> _ACTIVITY_
Determine how many lines of the listing below include the string "append". Output the number and nothing more.

____

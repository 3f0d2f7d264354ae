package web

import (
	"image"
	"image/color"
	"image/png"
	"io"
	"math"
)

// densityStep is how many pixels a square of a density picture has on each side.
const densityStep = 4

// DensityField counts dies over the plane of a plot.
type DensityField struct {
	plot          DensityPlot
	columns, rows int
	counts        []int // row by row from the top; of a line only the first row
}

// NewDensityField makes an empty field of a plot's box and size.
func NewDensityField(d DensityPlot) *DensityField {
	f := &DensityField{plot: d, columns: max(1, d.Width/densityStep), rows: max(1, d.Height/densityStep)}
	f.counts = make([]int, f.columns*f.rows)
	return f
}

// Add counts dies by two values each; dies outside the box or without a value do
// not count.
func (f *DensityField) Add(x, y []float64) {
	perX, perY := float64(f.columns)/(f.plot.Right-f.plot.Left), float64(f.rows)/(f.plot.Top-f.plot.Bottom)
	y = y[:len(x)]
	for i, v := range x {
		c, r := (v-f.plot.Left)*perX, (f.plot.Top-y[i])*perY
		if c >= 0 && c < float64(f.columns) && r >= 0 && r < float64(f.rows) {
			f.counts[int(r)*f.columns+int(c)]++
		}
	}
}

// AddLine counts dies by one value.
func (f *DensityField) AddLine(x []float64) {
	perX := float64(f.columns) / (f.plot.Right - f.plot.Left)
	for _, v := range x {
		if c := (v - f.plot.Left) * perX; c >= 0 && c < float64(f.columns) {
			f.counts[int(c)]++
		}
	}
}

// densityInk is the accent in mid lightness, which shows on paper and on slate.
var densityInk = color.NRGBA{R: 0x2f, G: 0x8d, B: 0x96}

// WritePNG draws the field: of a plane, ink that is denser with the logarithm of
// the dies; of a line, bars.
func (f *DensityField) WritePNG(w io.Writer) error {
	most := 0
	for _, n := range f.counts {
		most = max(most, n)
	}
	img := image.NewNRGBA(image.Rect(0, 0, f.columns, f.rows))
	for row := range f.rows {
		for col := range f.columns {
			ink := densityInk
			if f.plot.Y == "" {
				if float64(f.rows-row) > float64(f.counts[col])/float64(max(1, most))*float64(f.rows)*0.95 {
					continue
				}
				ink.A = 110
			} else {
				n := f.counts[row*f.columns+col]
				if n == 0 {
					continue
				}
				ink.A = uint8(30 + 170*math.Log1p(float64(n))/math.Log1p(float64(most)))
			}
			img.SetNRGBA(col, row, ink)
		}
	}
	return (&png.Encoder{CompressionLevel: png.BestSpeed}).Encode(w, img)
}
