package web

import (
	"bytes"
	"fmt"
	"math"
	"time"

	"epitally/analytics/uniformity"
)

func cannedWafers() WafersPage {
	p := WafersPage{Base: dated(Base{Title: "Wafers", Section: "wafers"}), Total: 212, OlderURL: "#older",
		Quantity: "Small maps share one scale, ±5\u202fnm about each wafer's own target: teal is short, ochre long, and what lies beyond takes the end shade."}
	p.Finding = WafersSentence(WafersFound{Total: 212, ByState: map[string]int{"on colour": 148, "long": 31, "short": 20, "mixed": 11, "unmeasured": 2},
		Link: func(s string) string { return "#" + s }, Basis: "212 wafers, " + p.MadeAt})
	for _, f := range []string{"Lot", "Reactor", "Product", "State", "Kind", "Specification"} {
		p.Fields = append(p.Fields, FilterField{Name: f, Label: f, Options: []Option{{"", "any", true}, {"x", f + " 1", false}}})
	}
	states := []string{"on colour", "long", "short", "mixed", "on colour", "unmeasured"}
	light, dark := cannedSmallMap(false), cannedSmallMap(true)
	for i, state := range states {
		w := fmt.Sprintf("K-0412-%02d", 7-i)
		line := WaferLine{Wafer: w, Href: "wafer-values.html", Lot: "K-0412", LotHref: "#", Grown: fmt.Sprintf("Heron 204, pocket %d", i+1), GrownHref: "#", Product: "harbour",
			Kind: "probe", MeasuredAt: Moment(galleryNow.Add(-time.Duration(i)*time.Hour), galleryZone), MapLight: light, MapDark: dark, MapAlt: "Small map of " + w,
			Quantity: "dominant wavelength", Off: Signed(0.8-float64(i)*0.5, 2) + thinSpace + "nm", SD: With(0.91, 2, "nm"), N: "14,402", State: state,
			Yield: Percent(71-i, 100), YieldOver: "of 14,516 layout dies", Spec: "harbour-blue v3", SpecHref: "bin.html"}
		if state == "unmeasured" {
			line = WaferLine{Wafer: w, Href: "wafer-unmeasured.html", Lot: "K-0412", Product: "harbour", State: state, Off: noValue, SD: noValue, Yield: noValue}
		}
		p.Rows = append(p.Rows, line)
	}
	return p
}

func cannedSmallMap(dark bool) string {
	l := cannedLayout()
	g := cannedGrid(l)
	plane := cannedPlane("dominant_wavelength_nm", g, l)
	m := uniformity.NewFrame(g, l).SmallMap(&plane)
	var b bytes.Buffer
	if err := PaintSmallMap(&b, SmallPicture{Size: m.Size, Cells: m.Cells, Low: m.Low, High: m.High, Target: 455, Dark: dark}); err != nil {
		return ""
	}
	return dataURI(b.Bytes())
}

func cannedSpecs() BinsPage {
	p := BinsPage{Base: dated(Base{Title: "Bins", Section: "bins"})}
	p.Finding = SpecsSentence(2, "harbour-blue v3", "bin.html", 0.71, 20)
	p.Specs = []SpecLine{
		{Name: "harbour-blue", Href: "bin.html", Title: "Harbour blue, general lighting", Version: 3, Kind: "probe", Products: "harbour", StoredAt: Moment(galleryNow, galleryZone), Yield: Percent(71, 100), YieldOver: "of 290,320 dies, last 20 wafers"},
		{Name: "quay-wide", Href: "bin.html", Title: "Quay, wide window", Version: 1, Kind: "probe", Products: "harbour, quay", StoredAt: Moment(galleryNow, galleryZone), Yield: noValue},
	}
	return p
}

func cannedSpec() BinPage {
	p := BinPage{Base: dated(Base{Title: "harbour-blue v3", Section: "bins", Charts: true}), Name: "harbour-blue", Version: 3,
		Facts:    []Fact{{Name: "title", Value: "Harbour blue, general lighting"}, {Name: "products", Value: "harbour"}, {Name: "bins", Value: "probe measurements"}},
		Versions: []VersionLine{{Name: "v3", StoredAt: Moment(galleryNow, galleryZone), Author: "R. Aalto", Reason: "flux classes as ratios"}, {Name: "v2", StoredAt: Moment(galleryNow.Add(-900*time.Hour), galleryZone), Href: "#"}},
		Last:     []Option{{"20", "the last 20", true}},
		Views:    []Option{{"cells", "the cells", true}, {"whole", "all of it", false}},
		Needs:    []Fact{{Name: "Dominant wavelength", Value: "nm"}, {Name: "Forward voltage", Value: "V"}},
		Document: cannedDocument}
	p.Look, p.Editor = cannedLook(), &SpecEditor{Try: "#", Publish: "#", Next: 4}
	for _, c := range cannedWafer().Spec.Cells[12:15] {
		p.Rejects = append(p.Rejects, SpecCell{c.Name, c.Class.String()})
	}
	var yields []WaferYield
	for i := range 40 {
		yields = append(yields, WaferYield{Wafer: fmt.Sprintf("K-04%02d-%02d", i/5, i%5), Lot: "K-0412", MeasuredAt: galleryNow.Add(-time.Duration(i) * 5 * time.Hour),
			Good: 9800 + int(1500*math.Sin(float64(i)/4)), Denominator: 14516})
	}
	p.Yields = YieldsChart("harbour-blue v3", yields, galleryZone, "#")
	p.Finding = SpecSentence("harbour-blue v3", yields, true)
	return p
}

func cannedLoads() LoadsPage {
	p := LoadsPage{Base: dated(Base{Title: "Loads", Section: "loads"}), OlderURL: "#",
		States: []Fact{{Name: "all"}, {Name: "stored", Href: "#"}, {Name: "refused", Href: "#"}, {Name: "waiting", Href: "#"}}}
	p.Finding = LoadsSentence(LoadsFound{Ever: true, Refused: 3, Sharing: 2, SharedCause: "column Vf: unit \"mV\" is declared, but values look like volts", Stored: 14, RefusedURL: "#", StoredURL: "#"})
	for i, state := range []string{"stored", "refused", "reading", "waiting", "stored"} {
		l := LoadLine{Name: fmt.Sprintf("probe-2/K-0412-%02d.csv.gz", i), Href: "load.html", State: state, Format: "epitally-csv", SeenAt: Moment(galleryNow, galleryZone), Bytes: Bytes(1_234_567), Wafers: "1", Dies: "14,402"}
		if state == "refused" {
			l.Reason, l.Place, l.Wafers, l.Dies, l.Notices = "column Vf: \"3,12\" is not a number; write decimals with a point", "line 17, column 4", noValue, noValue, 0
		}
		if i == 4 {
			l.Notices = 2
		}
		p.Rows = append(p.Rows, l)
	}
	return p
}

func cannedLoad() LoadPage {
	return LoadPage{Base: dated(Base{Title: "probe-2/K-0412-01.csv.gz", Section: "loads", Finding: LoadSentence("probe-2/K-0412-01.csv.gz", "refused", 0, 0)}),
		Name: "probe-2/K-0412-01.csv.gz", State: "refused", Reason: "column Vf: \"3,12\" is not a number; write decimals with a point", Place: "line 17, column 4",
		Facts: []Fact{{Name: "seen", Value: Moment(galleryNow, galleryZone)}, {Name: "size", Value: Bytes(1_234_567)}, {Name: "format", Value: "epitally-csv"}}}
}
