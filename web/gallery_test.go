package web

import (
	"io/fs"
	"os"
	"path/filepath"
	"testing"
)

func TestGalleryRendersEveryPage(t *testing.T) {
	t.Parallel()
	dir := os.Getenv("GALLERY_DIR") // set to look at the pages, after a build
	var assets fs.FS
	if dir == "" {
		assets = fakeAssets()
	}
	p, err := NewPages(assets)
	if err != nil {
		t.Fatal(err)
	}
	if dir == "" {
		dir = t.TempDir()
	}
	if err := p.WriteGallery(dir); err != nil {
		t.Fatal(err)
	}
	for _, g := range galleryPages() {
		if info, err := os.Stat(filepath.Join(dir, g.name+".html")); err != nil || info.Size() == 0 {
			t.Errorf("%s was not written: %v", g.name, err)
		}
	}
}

____

> _THE ANSWER_
5